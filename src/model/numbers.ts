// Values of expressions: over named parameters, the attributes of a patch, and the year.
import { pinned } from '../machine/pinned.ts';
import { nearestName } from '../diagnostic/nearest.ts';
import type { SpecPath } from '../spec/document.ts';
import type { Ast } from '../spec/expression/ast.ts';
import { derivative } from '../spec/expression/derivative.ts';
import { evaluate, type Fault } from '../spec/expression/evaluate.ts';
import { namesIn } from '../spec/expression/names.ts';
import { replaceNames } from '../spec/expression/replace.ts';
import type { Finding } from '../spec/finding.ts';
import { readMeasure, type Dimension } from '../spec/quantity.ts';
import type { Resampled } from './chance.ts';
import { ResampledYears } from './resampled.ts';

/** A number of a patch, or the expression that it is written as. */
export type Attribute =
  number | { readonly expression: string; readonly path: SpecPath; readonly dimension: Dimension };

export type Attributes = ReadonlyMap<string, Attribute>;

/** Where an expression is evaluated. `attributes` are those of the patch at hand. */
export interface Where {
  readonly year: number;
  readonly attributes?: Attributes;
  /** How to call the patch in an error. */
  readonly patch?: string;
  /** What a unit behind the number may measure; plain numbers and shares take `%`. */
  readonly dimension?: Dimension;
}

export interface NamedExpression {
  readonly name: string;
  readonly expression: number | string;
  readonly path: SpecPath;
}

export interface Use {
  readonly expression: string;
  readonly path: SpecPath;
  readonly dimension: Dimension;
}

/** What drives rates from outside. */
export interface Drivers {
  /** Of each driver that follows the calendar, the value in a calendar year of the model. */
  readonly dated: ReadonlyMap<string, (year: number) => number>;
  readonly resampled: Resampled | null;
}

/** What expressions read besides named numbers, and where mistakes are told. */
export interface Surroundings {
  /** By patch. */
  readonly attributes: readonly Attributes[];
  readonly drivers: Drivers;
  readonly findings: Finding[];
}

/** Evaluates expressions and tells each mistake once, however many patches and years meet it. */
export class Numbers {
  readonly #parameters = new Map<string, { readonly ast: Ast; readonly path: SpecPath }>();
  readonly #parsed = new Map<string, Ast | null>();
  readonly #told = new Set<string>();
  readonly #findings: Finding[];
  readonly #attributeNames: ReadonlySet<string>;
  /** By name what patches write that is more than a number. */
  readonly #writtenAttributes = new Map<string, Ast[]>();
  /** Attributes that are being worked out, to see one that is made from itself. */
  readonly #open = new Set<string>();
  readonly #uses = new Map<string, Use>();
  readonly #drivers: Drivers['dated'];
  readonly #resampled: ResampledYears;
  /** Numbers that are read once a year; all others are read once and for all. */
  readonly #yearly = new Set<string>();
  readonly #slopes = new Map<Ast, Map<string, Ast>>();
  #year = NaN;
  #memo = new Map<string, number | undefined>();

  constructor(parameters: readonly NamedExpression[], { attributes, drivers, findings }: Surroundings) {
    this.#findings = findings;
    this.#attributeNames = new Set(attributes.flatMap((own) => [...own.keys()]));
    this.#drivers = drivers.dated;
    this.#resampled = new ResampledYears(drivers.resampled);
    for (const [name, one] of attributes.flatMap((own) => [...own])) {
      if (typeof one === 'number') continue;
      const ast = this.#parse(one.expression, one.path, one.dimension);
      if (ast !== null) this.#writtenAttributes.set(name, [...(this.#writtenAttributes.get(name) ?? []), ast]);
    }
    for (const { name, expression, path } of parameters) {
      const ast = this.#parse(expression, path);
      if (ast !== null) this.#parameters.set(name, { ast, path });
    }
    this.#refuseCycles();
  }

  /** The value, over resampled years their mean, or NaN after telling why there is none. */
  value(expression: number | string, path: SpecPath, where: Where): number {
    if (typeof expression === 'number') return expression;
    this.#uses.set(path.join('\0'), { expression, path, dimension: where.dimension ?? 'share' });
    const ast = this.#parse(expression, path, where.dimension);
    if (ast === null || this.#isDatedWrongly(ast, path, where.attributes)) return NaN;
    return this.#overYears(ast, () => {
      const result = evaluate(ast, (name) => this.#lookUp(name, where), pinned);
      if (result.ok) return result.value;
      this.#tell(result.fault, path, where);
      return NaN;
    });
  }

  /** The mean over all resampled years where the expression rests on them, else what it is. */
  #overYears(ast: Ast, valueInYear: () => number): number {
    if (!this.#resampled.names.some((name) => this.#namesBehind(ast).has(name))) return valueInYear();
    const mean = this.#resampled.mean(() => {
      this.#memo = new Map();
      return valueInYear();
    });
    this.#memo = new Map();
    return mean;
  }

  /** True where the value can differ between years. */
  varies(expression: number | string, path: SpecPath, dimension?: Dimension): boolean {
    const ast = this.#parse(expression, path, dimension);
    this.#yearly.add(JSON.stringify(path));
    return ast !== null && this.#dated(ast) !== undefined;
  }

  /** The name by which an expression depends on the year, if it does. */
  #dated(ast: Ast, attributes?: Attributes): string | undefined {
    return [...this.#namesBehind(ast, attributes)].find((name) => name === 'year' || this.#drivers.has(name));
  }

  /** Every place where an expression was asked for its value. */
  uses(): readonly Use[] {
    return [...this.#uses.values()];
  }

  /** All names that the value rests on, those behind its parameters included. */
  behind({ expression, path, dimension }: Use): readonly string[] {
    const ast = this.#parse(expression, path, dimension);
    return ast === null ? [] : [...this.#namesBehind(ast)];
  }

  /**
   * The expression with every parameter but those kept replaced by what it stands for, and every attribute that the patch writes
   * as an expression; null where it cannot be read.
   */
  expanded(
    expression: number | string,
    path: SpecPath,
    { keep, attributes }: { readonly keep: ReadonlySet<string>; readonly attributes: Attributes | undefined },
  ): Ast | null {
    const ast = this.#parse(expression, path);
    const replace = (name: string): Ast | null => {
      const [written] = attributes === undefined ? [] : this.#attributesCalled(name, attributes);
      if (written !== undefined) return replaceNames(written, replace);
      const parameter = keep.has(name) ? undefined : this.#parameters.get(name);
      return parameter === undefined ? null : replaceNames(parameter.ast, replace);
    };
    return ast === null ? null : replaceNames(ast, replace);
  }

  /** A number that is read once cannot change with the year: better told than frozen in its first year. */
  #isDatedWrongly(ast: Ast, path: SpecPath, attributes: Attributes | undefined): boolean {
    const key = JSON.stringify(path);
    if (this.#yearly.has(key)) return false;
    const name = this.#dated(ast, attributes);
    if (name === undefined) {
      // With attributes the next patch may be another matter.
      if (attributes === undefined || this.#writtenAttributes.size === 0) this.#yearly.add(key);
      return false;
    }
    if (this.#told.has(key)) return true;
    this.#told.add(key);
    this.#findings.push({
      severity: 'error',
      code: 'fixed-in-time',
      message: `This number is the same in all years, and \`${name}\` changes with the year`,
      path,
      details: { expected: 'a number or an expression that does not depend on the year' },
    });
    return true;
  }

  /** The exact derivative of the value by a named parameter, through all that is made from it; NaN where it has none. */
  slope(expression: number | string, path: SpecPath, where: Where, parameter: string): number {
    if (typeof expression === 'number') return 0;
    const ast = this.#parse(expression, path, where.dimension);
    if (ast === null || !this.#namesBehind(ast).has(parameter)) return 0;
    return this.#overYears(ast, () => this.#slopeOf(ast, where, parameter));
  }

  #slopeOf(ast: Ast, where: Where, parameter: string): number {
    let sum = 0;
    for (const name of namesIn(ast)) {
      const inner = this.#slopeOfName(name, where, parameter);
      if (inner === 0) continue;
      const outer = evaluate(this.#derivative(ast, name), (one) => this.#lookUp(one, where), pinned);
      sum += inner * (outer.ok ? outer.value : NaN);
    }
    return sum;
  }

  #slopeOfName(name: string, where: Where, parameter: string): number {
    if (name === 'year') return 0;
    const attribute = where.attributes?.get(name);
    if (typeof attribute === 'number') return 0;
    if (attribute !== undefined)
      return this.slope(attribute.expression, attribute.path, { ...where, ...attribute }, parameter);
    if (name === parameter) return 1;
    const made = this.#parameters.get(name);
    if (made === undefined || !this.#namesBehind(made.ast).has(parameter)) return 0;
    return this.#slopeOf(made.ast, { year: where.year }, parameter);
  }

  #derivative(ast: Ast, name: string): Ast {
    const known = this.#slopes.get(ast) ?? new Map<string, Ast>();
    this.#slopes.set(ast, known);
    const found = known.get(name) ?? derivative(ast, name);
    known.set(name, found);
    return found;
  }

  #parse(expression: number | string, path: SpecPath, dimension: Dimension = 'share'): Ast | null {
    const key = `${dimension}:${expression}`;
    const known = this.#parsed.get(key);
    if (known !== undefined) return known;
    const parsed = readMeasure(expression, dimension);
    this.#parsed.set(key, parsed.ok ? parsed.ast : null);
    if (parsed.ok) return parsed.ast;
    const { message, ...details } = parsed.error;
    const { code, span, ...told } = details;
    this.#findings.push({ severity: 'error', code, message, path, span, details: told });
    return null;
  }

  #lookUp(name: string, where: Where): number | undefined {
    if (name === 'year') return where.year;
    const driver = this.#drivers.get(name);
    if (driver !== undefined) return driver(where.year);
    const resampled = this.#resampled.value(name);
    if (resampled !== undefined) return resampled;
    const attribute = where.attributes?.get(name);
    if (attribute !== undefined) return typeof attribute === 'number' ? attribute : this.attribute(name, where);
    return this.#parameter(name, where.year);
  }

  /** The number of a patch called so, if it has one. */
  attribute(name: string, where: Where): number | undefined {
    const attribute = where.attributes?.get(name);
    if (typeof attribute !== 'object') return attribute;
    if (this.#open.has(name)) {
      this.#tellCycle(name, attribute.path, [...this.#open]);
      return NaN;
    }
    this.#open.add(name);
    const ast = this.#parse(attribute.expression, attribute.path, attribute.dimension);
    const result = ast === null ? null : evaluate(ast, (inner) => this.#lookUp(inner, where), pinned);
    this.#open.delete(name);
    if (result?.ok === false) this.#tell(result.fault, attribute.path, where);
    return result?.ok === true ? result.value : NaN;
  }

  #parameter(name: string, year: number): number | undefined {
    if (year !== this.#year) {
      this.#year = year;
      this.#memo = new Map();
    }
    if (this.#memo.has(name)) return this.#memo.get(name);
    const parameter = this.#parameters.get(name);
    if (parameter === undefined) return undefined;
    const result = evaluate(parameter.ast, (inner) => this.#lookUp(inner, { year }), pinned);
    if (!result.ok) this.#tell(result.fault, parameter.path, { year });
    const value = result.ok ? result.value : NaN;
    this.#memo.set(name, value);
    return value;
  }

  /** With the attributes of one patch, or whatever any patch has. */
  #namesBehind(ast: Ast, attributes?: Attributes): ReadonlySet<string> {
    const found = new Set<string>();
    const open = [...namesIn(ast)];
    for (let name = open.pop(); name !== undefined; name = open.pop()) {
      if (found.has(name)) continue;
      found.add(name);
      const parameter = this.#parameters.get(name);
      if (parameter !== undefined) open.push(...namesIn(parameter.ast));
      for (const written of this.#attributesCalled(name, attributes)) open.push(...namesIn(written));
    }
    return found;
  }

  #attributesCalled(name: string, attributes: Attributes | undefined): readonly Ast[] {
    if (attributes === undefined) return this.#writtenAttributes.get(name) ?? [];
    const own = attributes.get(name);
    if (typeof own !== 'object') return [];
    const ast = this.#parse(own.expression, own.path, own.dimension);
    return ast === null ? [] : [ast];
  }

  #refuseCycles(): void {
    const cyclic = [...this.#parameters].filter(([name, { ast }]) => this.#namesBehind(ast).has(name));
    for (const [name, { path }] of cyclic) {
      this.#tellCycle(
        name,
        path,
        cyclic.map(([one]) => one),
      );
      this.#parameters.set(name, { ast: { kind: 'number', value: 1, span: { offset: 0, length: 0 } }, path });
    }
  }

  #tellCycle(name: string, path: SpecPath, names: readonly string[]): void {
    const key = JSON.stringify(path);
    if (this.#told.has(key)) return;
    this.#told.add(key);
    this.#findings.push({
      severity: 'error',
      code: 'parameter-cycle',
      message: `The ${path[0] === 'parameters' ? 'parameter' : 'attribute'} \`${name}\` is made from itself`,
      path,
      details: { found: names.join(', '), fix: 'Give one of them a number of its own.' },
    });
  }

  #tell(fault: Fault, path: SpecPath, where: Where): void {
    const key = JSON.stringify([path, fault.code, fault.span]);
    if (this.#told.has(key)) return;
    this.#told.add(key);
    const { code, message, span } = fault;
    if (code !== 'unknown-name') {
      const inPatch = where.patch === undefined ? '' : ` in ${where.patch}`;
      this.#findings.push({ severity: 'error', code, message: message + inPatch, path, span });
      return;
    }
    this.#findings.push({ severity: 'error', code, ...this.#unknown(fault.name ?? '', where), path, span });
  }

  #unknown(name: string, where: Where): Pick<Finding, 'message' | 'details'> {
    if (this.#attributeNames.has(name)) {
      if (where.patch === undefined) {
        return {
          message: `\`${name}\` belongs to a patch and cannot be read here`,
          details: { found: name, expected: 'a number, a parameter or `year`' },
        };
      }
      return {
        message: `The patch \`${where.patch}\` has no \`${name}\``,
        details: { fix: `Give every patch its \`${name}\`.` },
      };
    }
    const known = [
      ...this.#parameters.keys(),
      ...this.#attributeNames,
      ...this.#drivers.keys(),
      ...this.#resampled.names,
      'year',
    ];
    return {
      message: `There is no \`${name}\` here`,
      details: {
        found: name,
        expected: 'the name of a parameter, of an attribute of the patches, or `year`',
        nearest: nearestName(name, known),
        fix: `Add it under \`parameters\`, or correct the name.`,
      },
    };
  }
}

> _WHAT YOU WILL DO_:
Give the exact lines, and only those, from the line containing "readMeasure, type Dimension" through the line containing "export type Attributes" in the entries above.

> _WRITTEN SOLUTION_:
import { readMeasure, type Dimension } from '../spec/quantity.ts';
import type { Resampled } from './chance.ts';
import { ResampledYears } from './resampled.ts';

/** A number of a patch, or the expression that it is written as. */
export type Attribute =
  number | { readonly expression: string; readonly path: SpecPath; readonly dimension: Dimension };

export type Attributes = ReadonlyMap<string, Attribute>;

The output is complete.